=== Requirement ===
The word "scaled" marks the lines to copy; find all of them in the entries below.

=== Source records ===

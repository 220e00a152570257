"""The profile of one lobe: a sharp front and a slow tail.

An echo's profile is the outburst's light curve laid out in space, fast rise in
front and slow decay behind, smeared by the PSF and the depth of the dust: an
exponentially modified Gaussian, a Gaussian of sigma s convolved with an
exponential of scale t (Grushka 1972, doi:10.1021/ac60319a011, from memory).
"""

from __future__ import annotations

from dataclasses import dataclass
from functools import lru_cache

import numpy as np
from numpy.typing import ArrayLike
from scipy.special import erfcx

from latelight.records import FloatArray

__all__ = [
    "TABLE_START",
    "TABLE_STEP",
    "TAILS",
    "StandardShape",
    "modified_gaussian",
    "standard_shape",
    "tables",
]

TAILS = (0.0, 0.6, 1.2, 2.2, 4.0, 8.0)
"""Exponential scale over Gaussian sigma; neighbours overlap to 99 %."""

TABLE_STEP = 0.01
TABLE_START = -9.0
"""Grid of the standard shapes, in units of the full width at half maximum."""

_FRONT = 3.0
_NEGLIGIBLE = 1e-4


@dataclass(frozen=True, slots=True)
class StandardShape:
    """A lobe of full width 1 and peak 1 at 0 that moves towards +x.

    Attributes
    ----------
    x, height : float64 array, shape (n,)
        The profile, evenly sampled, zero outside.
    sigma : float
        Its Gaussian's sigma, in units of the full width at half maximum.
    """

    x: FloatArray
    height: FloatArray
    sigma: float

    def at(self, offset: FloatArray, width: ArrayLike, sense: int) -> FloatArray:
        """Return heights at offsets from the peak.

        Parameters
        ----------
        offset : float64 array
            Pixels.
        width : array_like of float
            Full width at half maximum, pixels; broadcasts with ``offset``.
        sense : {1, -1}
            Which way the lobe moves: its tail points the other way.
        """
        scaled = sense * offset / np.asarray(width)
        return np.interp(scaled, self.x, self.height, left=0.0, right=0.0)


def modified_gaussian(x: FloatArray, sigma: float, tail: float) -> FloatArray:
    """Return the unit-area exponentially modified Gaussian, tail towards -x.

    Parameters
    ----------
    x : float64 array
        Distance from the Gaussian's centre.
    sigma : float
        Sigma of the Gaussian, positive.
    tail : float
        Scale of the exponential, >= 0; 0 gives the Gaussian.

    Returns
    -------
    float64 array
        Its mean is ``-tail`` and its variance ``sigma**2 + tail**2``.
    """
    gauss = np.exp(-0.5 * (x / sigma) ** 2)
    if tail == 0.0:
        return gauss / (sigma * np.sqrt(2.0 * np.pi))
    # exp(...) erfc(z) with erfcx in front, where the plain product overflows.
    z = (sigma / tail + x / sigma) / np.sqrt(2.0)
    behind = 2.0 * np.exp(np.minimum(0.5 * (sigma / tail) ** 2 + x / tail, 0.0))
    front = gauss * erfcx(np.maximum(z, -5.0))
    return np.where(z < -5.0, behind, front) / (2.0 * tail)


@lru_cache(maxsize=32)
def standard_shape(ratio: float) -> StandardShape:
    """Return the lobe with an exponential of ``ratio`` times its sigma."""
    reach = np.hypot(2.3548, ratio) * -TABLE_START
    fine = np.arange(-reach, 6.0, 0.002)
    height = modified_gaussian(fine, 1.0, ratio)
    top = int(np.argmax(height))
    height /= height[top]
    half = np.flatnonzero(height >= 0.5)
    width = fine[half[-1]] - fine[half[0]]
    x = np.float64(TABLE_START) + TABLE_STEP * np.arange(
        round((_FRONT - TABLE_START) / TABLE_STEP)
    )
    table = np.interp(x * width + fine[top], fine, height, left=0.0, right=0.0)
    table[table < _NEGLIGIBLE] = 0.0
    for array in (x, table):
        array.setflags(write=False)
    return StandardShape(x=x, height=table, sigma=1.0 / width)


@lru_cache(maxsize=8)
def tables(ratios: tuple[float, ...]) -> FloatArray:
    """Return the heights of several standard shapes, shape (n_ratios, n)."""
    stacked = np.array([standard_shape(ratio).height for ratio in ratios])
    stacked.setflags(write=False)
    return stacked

=== Exercise response ===
        scaled = sense * offset / np.asarray(width)
        return np.interp(scaled, self.x, self.height, left=0.0, right=0.0)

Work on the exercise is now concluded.